Cool area you used to live in, rabvtec! Do you miss the bars by the coast?  I live on the Kowloon side (Prince Edward area). As a member of the Audi Club Hong Kong, we now have a small number of TT enthusiasts here, and we do have gatherings once in a while. Not only TT, but A4, A3, S4, A6, S3... really nice!!


----------



## TTCabrio (Jun 19, 2005)

thejepster said:


> And it's the best colour for the roadster too! :wink:


I am glad my wife loves green too...


----------



## rabTT (Nov 14, 2006)

TTCabrio said:


> rabvtec said:
> 
> 
> > Stunning car there, *TTCabrio* Is there a big following for Audis/TTs in HK? What part do you live in .. I used to live in Stanley 8)
> ...


*TTCabrio* . . I miss ALL the bars in HK! The [smiley=cheers.gif] and the [smiley=gorgeous.gif]
It looks as if there a healthy scene if your pic is anything to go by. So how do the prices compare for servicing, performance mods, etc?


----------



## TTCabrio (Jun 19, 2005)

rabvtec said:


> Do you think that the blue LED theme be extended to the ESP, Rear Heater and main dash lights also?


We are trying to figure it out. It seems pretty hard to take the button itself apart. Our thought is, sure there is a tiny LED inside that can be changed, just a matter of how to safely take it apart without breaking it... we'll figure it out. :x


----------



## TTCabrio (Jun 19, 2005)

rabvtec said:


> So how do the prices compare for servicing, performance mods, etc?


On servicing, the only local Audi Dealers sucks!
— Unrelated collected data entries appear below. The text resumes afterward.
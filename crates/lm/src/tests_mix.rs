//! Mixing and pruning checks.

use crate::tests_estimate::{check_sum_to_one, generated_text};
use crate::{
    estimate, estimate_weights, evaluate_sentences, merge, prune, ArpaModel, NgramCounts, Smoothing,
};

fn renamed(text: Vec<Vec<String>>, prefix: &str) -> Vec<Vec<String>> {
    text.into_iter()
        .map(|sentence| {
            sentence
                .into_iter()
                .map(|word| word.replacen('w', prefix, 1))
                .collect()
        })
        .collect()
}

fn model(text: Vec<Vec<String>>, order: usize, smoothing: Smoothing) -> ArpaModel {
    estimate(
        &NgramCounts::from_sentences(text, order).unwrap(),
        smoothing,
    )
    .unwrap()
    .model
}

#[test]
fn merged_model_equals_the_mixture_on_the_tuning_text_and_beats_each_component() {
    // Two "domains" sharing part of their vocabulary; the tuning text mixes both.
    let first = generated_text(21, 80, 10);
    let second = renamed(generated_text(22, 80, 10), "v");
    let mut tuning = renamed(generated_text(23, 15, 12), "v");
    tuning.extend(generated_text(24, 15, 12));
    tuning.push(vec!["w1".into(), "v1".into(), "unheard".into()]);
    let models = [
        model(first, 3, Smoothing::ModifiedKneserNey),
        model(second, 2, Smoothing::WittenBell),
    ];
    let estimated = estimate_weights(&models, &tuning).unwrap();
    assert!((estimated.weights.iter().sum::<f64>() - 1.0).abs() < 1e-12);
    let merged = merge(&models, &estimated.weights, &tuning).unwrap();
    let merged_score = evaluate_sentences(&merged, tuning.clone());
    assert_eq!(merged_score.tokens, estimated.tuning.tokens);
    assert!(
        (merged_score.log10_probability - estimated.tuning.log10_probability).abs()
            < 1e-9 * estimated.tuning.log10_probability.abs(),
        "merged {} vs mixture {}",
        merged_score.log10_probability,
        estimated.tuning.log10_probability
    );
    for component in &models {
        let alone = evaluate_sentences(component, tuning.clone());
        assert!(
            merged_score.perplexity() <= alone.perplexity(),
            "{} > {}",
            merged_score.perplexity(),
            alone.perplexity()
        );
    }
    check_sum_to_one(&merged, "merged");
}

#[test]
fn pruning_removes_ngrams_and_keeps_sum_to_one() {
    let text = generated_text(31, 150, 10);
    let full = model(text.clone(), 3, Smoothing::ModifiedKneserNey);
    let pruned = prune(&full, 1e-4).unwrap();
    let before = full.ngram_counts();
    let after = pruned.ngram_counts();
    assert_eq!(before[0], after[0], "unigrams always stay");
    assert!(
        after[2] < before[2] && after[1] <= before[1],
        "{before:?} → {after:?}"
    );
    check_sum_to_one(&pruned, "pruned");
    // Pruning trades likelihood for size: the training text cannot become more likely.
    let full_score = evaluate_sentences(&full, text.clone());
    let pruned_score = evaluate_sentences(&pruned, text);
    assert!(pruned_score.perplexity() >= full_score.perplexity());
    // A huge threshold prunes every n-gram above the unigrams.
    let everything = prune(&full, f64::MAX).unwrap();
    assert_eq!(everything.ngram_counts()[1..], [0, 0]);
    check_sum_to_one(&everything, "pruned to unigrams");
    assert!(prune(&full, -1.0).is_err());
}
Look, they know nothing about recalls and even can't answer simple questions. They even charge the customers on answering questions raised!! On Audi, there are maybe 2 or 3 places here that know our cars better, prices are ok comparing with stealers, and workmanship is way better. However, for mods like what I have on mine, like those LEDs and cosmetic stuffs, no garage here is willing to serve, so all must be DIYed. That's why I have to surf the net constantly to get ideas (from different forums of different makes). That could keep me busy at nite forever. :wink:


----------



## TTCabrio (Jun 19, 2005)

Patrick Graystone said:


> very very aggressive. like it.


Patrick, I wish I have a hardtop like yours for the rainy season here. And to stop the cats sleeping on the ragtop and leave the furballs all over, I have to clean my top every day!! Is it heavy and removable by one person?


----------



## aidb (Mar 19, 2003)

Firstly, welcome to the forum. 

What a knockout car. 

Love the mods, inside and out. 

That side profile shot...wow. 8)


----------



## TTCabrio (Jun 19, 2005)

I will be making more posts here on what I had done on my car and what I'll be doing next. It's always great to meet soooooo many TTers!!!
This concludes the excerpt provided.